↓
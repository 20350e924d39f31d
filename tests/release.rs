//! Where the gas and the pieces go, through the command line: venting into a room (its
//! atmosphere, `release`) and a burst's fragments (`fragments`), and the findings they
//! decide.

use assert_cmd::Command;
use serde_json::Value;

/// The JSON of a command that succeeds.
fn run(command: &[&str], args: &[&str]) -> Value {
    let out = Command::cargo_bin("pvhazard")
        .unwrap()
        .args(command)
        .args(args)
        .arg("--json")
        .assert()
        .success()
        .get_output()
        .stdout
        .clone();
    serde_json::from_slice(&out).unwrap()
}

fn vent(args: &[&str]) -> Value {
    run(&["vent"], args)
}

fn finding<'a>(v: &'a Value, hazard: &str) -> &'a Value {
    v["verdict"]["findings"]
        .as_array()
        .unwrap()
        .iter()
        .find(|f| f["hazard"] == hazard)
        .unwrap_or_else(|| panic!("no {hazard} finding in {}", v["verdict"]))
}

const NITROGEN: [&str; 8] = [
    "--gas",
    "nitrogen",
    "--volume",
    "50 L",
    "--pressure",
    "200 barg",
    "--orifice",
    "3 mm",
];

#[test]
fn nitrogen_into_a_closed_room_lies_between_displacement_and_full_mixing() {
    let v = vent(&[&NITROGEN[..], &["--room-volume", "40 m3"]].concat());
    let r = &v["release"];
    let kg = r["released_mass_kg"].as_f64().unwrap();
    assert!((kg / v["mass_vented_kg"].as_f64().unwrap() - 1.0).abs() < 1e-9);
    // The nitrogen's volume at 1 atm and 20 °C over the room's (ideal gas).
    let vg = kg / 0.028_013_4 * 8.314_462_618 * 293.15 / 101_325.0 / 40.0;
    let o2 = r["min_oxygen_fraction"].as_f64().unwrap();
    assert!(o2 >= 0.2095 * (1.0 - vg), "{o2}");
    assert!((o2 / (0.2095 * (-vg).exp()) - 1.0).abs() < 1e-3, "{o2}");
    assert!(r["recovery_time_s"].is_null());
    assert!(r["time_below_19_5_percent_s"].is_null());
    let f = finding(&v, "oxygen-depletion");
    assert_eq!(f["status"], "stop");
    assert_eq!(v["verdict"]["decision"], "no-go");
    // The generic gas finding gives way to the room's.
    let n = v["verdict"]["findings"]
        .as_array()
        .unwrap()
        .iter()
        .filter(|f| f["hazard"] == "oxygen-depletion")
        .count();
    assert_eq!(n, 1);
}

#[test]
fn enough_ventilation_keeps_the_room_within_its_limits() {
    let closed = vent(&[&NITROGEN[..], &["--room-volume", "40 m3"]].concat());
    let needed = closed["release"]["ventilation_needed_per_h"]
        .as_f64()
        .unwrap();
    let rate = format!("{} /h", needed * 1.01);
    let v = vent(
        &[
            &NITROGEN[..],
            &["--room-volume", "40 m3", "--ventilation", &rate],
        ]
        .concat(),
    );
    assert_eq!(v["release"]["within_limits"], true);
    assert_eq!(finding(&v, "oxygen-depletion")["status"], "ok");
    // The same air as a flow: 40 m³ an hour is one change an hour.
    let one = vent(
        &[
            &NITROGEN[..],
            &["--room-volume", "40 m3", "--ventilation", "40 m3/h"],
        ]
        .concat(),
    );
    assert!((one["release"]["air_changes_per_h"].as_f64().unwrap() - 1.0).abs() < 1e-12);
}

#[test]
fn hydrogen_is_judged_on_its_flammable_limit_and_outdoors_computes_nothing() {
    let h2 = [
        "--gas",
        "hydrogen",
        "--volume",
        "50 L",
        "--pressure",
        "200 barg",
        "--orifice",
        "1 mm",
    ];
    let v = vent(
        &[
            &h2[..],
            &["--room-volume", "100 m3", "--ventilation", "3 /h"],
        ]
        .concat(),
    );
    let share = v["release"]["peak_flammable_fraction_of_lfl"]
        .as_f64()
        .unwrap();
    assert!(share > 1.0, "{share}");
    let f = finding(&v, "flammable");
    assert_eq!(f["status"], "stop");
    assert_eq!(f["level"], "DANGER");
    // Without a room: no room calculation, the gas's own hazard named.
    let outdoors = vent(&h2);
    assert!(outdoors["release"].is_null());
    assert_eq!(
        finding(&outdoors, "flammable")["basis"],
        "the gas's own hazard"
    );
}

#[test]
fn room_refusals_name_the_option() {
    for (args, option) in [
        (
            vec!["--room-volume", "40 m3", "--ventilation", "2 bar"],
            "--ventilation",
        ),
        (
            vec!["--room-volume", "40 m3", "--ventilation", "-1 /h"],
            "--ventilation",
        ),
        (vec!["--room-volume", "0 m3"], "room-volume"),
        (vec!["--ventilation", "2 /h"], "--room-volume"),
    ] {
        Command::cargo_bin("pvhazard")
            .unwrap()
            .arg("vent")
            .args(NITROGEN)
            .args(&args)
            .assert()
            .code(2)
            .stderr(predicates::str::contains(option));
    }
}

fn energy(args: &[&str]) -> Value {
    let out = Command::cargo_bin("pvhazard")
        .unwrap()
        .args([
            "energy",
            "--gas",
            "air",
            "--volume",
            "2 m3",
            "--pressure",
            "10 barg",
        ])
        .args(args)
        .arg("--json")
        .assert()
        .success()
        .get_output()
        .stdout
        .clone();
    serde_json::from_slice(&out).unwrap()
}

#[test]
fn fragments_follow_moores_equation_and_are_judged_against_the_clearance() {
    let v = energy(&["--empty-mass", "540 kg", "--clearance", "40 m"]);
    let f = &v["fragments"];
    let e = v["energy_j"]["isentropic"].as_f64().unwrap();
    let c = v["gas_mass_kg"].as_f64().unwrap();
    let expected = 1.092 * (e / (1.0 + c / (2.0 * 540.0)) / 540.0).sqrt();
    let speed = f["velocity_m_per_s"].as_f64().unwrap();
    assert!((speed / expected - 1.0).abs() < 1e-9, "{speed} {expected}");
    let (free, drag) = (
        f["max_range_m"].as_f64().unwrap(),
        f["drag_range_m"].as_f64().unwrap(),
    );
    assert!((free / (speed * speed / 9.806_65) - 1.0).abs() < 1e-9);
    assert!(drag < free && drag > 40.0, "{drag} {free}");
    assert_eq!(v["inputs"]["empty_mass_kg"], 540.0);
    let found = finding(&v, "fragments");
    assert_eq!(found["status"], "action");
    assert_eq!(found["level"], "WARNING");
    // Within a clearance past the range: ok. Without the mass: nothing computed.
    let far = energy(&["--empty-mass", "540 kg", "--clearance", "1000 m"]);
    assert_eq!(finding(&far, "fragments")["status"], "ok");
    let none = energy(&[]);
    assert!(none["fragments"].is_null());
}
↑
↓
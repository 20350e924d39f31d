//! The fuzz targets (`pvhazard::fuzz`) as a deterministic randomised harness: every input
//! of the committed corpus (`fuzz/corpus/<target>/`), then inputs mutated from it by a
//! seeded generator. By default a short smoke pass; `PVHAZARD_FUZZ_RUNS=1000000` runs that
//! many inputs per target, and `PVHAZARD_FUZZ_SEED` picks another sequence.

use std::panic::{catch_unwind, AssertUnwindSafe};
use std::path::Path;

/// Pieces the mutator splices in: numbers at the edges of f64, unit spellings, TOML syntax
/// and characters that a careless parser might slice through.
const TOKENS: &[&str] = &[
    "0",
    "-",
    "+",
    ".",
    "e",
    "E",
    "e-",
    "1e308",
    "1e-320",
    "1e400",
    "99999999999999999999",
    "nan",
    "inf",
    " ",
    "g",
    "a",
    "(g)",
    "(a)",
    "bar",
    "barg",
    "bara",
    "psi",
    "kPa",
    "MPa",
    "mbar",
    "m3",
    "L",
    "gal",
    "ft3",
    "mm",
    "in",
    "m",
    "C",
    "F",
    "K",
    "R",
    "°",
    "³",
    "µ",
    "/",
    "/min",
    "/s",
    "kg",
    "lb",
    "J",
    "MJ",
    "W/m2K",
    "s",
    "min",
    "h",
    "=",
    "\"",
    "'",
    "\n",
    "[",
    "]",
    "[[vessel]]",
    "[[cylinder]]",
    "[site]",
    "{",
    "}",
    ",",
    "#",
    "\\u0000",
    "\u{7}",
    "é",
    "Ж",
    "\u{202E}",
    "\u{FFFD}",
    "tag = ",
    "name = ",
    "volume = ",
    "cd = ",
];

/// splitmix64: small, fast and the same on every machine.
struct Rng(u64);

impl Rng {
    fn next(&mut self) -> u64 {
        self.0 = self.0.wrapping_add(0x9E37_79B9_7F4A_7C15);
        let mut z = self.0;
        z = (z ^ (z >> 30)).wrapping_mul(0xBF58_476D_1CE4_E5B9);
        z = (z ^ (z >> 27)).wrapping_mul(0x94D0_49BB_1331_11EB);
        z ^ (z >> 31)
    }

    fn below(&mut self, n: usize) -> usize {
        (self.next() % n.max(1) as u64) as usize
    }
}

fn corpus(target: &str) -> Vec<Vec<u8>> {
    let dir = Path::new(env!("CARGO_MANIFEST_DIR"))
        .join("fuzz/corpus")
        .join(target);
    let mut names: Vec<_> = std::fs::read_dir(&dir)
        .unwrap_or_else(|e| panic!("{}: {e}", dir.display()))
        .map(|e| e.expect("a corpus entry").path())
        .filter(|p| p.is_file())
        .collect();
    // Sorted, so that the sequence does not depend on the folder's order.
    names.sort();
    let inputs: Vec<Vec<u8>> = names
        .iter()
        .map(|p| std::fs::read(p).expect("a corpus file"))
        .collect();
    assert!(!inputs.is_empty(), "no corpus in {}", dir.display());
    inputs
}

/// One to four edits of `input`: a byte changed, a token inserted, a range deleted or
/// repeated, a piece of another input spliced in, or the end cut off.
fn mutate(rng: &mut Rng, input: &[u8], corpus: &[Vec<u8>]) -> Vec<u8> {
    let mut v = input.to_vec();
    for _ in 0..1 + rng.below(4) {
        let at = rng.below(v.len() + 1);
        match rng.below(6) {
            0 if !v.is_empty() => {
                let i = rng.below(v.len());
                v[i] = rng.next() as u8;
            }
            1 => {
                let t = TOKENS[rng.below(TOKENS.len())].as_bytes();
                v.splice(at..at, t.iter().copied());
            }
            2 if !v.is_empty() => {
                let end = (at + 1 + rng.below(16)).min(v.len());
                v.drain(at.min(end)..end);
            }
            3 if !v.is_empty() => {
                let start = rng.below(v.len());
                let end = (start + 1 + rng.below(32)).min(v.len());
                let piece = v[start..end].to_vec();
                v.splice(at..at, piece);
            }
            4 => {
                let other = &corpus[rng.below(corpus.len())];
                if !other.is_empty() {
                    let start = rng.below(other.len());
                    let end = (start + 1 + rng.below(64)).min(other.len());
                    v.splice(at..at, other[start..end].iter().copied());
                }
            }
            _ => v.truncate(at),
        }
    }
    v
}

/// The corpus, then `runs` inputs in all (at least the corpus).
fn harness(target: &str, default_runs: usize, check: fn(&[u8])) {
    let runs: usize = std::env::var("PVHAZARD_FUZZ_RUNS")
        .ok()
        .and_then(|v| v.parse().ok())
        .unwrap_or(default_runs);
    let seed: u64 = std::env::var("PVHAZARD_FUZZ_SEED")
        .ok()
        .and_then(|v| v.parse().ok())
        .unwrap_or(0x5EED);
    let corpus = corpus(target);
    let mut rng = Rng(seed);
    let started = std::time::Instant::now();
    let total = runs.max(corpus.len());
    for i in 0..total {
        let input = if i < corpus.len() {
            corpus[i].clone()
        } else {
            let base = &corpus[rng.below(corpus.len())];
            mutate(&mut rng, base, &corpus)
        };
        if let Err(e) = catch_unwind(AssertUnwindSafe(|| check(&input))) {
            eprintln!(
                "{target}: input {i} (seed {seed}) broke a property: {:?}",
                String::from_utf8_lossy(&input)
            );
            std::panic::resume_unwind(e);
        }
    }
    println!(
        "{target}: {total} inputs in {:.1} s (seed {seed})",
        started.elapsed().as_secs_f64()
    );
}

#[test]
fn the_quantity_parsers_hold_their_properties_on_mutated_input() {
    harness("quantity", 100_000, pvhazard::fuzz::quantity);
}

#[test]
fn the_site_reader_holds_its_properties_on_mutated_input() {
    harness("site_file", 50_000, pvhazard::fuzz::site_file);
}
↑
YOUR ASSIGNMENT
Your answer should be a single number: the count of lines in the material above that contain "names".

REPLY TO THE EXERCISE
3